== PROVIDED DATA ==
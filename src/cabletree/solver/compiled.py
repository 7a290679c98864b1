"""The compiled backend: the whole time loop in one numba kernel.

The kernel does exactly what :mod:`cabletree.solver.reference` does (the
reference defines the semantics; tests hold the two to 1e-9 relative), but in
compiled loops over compartments:

- every channel block's gates are advanced by Rush-Larsen integration and its
  conductance is added to the diagonal (a rate loop and an update loop per gate,
  then one conductance loop; no per-compartment Python work);
- synapse states, the NMDA magnesium block, current injections;
- the tree system is solved by Gaussian elimination from the leaves to the
  root and back-substitution in depth order (Hines 1984, Int J Biomed Comput
  15:69-76): with compartments numbered by depth, ``parent[i] < i`` and a single
  backward sweep followed by a forward sweep is exact; a cell without channels
  or synapses has the same matrix at every step of a given size, so it is
  factored once and each step eliminates only the right-hand side;
- the potential at the requested sites is written into a preallocated array and
  a NaN or runaway potential stops the loop, reported with its time and
  compartment.

How channels get compiled
-------------------------
Channels are plain Python objects whose rate functions are numpy arithmetic
(:mod:`cabletree.channels.base`).  For a cell's channel set this module writes
the source of one kernel module: one gate-update function per channel (calling
the channel's rate functions on scalars, with ``p`` built per compartment as the
channel's own namedtuple) and the time loop calling them in turn.  The rate
functions are compiled with numba after replacing, recursively, every plain
Python function they call (helpers, closures) by its compiled version, and
``np.exp`` by :func:`fast_exp`, a branch-free exponential (within 2 ulp of the
libm value) that the compiler can vectorise, unlike the libm call: table-driven
(Tang 1989) or, on AMD processors, whose vector gathers are slow, a polynomial
(:data:`EXPONENTIAL_METHOD`).  Branch-free matters twice: the loops vectorise, and the
optimiser sees that a gate's steady state and time constant share an
exponential and computes it once.  The generated
source is written to a file in the kernel cache directory named by a hash of
all the code involved, so numba's on-disk cache (``cache=True``) lets later
processes skip compilation; within a process kernels are kept per channel set.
===
# HOW TO COMPLETE THIS TASK:
Lines from the one holding "reference defines the" through the last line of the material are to be repeated exactly; no other lines belong in the answer.

# SOLVED EXERCISE:
reference defines the semantics; tests hold the two to 1e-9 relative), but in
compiled loops over compartments:

- every channel block's gates are advanced by Rush-Larsen integration and its
  conductance is added to the diagonal (a rate loop and an update loop per gate,
  then one conductance loop; no per-compartment Python work);
- synapse states, the NMDA magnesium block, current injections;
- the tree system is solved by Gaussian elimination from the leaves to the
  root and back-substitution in depth order (Hines 1984, Int J Biomed Comput
  15:69-76): with compartments numbered by depth, ``parent[i] < i`` and a single
  backward sweep followed by a forward sweep is exact; a cell without channels
  or synapses has the same matrix at every step of a given size, so it is
  factored once and each step eliminates only the right-hand side;
- the potential at the requested sites is written into a preallocated array and
  a NaN or runaway potential stops the loop, reported with its time and
  compartment.

How channels get compiled
-------------------------
Channels are plain Python objects whose rate functions are numpy arithmetic
(:mod:`cabletree.channels.base`).  For a cell's channel set this module writes
the source of one kernel module: one gate-update function per channel (calling
the channel's rate functions on scalars, with ``p`` built per compartment as the
channel's own namedtuple) and the time loop calling them in turn.  The rate
functions are compiled with numba after replacing, recursively, every plain
Python function they call (helpers, closures) by its compiled version, and
``np.exp`` by :func:`fast_exp`, a branch-free exponential (within 2 ulp of the
libm value) that the compiler can vectorise, unlike the libm call: table-driven
(Tang 1989) or, on AMD processors, whose vector gathers are slow, a polynomial
(:data:`EXPONENTIAL_METHOD`).  Branch-free matters twice: the loops vectorise, and the
optimiser sees that a gate's steady state and time constant share an
exponential and computes it once.  The generated
source is written to a file in the kernel cache directory named by a hash of
all the code involved, so numba's on-disk cache (``cache=True``) lets later
processes skip compilation; within a process kernels are kept per channel set.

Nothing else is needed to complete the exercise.